Not to be left unnoticed are the four shadow interpreters, Joey Caverly, Amelia Hensley, Monique Holt, and Christopher Robinson, who must transmit dialogue, mood, and substance of characters in another language, without overshadowing them. Each interpreter is artistically and linguistically proficient, and several, notably Christopher Robinson, are accomplished actors, delineating their theatrical responsibilities with aplomb.

I Was Almost Alive With You is to be commended for its respect for America Sign Language, and its determination to make an enduring statement about the human condition. In art, regrettably, determination is only a beginning.
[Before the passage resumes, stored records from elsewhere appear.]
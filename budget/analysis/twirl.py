"""The Pauli-twirled variant of a noisy circuit.

Pauli twirling turns each operation's coherent error U into the stochastic Pauli channel with
probabilities p_P = |Tr(P U)/d|² (:func:`budget.pauli_algebra.twirl_probabilities`; exact per operation; see
"Noise tailoring for scalable quantum computation via randomized compiling", Wallman & Emerson,
Phys. Rev. A 94, 052325 (2016)), so coherent build-up becomes linear in depth. The incoherent part
is unchanged (depolarizing is already Pauli; relaxation is kept as it is).
"""

from __future__ import annotations

from dataclasses import replace

import numpy as np

from budget.errors.noisy import (
    NoisyCircuit,
    NoisyIf,
    NoisyItem,
    NoisyLayer,
    NoisyMeasure,
    NoisyOperation,
    NoisyRepeat,
    NoisyReset,
)
from budget.memo import ObjectKey
from budget.pauli_algebra import twirl_probabilities


def _twirl_op(nop: NoisyOperation) -> NoisyOperation:
    if not nop.hamiltonian:
        return nop
    rates = dict(nop.pauli_rates)
    for label, p in twirl_probabilities(nop.coherent).items():
        rates[label] = rates.get(label, 0.0) + p
    d = nop.coherent.shape[0]
    return replace(nop, coherent=np.eye(d, dtype=complex), hamiltonian={}, pauli_rates=rates)


def _twirl_items(items: tuple[NoisyItem, ...], memo: dict[ObjectKey, NoisyItem]) -> tuple[NoisyItem, ...]:
    out = []
    for it in items:
        key = ObjectKey(it)
        if key not in memo:
            if isinstance(it, NoisyLayer):
                memo[key] = replace(it, operations=tuple(_twirl_op(n) for n in it.operations))
            elif isinstance(it, NoisyRepeat):
                memo[key] = NoisyRepeat(_twirl_items(it.body, memo), it.count)
            elif isinstance(it, NoisyIf):
                memo[key] = NoisyIf(it.item, _twirl_items(it.then, memo), _twirl_items(it.orelse, memo))
            elif isinstance(it, (NoisyMeasure, NoisyReset)):
                memo[key] = it  # readout and reset errors are already stochastic
            else:
                raise TypeError(f"twirl: circuit item {type(it).__name__} is not supported")
        out.append(memo[key])
    return tuple(out)


def twirled_circuit(circuit: NoisyCircuit) -> NoisyCircuit:
    """The same circuit with every coherent error replaced by its Pauli twirl (repeats kept)."""
    return replace(circuit, body=_twirl_items(circuit.body, {}))
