"""Engine runs for the closed loop of tolerances, within a time plan.

The closed loop (:mod:`budget.analysis.closed_loop`) runs an engine many times on the circuit
with its knobs set to trial values (:func:`budget.errors.retune.with_knob_values`). One run of the
most accurate engine can take long (the exact engine on six qubits with the process metric takes
tens of seconds), so the runner keeps a deadline, and ``auto`` gives way to the next engine of its
order (exact → clifford → generators) when one run would not let about :data:`RUNS_PER_PATTERN`
evaluations fit into the planned time: by the engine's own estimate where it has one
(``estimate_seconds``), else by the time the first run took. Which engine comes next is the front
door's answer (:func:`budget.engines.escalation.quicker`, :func:`budget.engines.escalation.next_engine`).
"""

from __future__ import annotations

import time
from dataclasses import dataclass

from budget.analysis.measured import detector_values, measured_values
from budget.engines.base import MEASURED_METRICS
from budget.engines.door import choose_engine, estimate_seconds, estimates
from budget.engines.escalation import next_engine, quicker
from budget.errors.noisy import NoisyCircuit
from budget.errors.retune import with_knob_values
RUNS_PER_PATTERN = 8
"""Evaluations a refinement typically needs; the pattern count is chosen so that
patterns × this × (time of one run) stays within ``max_seconds``."""


class TimedRunner:
    """Engine runs with a wall-time limit."""

    def __init__(self, circuit: NoisyCircuit, metric: str, engine, max_seconds: float) -> None:
        self.circuit, self.metric, self.engine = circuit, metric, engine
        self.limit = 2 * max_seconds
        self.deadline = time.monotonic() + self.limit
        self.start = time.monotonic()
        self.runs = 0
        self.last_warnings: tuple[str, ...] = ()

    def __call__(self, values: dict[tuple[str, str], float]) -> float:
        if time.monotonic() > self.deadline:
            raise TimeoutError
        self.runs += 1
        res = self.engine.run(with_knob_values(self.circuit, values), self.metric)
        self.last_warnings = tuple(res.warnings)
        return float(res.infidelity)


@dataclass(frozen=True)
class MeasuredValue:
    infidelity: float
    warnings: tuple[str, ...] = ()
    beyond_range: str | None = None


class MeasuredEngine:
    """The detector or record metric as an engine for the loop (:func:`measured_values`: the exact
    engine with branches where it fits under ``auto``, else the Pauli frames with coherent classes);
    with ``detector`` the firing probability of that detector (its number in the detector list).
    ``name`` is the engine that ran last (``engine`` before the first run)."""

    def __init__(self, engine: str, detector: int | None = None) -> None:
        self.engine = engine
        self.detector = detector
        self.name = engine

    def run(self, circuit: NoisyCircuit, metric: str) -> MeasuredValue:
        if self.detector is None:
            actual, _, self.name = measured_values(circuit, metric, self.engine)
        else:
            _, _, probs, self.name = detector_values(circuit, self.engine)
            actual = probs[self.detector]
        return MeasuredValue(float(actual))


def loop_engine(circuit: NoisyCircuit, metric: str, engine: str, detector: int | None = None):
    """The engine the loop runs: :class:`MeasuredEngine` for the detector and record metrics,
    else the door's choice (its brief form)."""
    if metric in MEASURED_METRICS:
        return MeasuredEngine(engine, detector)
    return choose_engine(circuit, metric, engine, brief=True)


def run_seconds(engine, circuit: NoisyCircuit, metric: str) -> float | None:
    """The engine's own estimate of one run, when it gives one (``estimate_seconds``), else
    None. Estimates, unlike measured times, do not change with the machine's load, so the loop's
    choices (engine, sign patterns) are reproducible."""
    if metric in MEASURED_METRICS:  # the loop's own adapter (MeasuredEngine) has no estimate
        return None
    return estimate_seconds(engine, circuit, metric) if estimates(engine) else None


def quick_enough(first, circuit: NoisyCircuit, metric: str, seconds: float, notes: list[str]):
    """``first``, or the engine the front door finds quick enough for ``seconds`` per run
    (:func:`budget.engines.escalation.quicker`); a note when it changed."""
    if metric in MEASURED_METRICS:
        return first
    engine, note = quicker(first, circuit, metric, seconds)
    if note:
        notes.append(note)
    return engine


def faster(runner: TimedRunner, floor: float, circuit: NoisyCircuit, metric: str, zero: dict, max_seconds: float,
           notes: list[str]) -> tuple[TimedRunner, float]:
    """The next engine of ``auto``'s order that fits (:func:`budget.engines.escalation.next_engine`),
    when the first run of an engine without an estimate took more than half of ``max_seconds``."""
    slow = time.monotonic() - runner.start
    if metric in MEASURED_METRICS:  # MeasuredEngine already takes the exact engine only where it fits
        return runner, floor
    other = next_engine(runner.engine, circuit, metric)
    if other is None:
        return runner, floor
    timed = TimedRunner(circuit, metric, other, max_seconds)
    faster_floor = timed(zero)
    notes.append(f"one {runner.engine.name} run takes {slow:.2g} s, too slow for the loop; it used the "
                 f"{other.name} engine")
    return timed, faster_floor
Joann Green Breuer is artistic associate of the Vineyard Playhouse.

1 Comment

  1. Bill Marx, Arts Fuse Editor on June 16, 2016 at 8:45 am

    I saw the production and would agree with a lot of what Joann Green Breuer says. I would add that Job has a strong dramatic conflict that Lucas doesn’t make use of. (Aside from the isolated, easily dismissed skepticism of Pleasant.) In the story, God has been (inexplicably) tempted into testing the loyalty of the true blue Job: the ‘Devil’ insinuates that Job, his good fortune destroyed, will blaspheme God. In his misery, Job is beset with some fair weather friends — “tempers” of a sort — all of whom hammer away at Job, suggesting that he must have done something wrong, that he is at fault. If only he can come up with where he went wrong. Job withstands the condescending needling (there is an element of black comedy here), which earns him his grand but dismissive response from God. Here is where I may depart a bit from Joann — Job is not about life (unless it is a celebration of the bare minimum — no family, no money, physical torment, no future), but about the human demand for an answer. And Job’s tenacity earns him one — one of the most magnificent speeches in the Bible.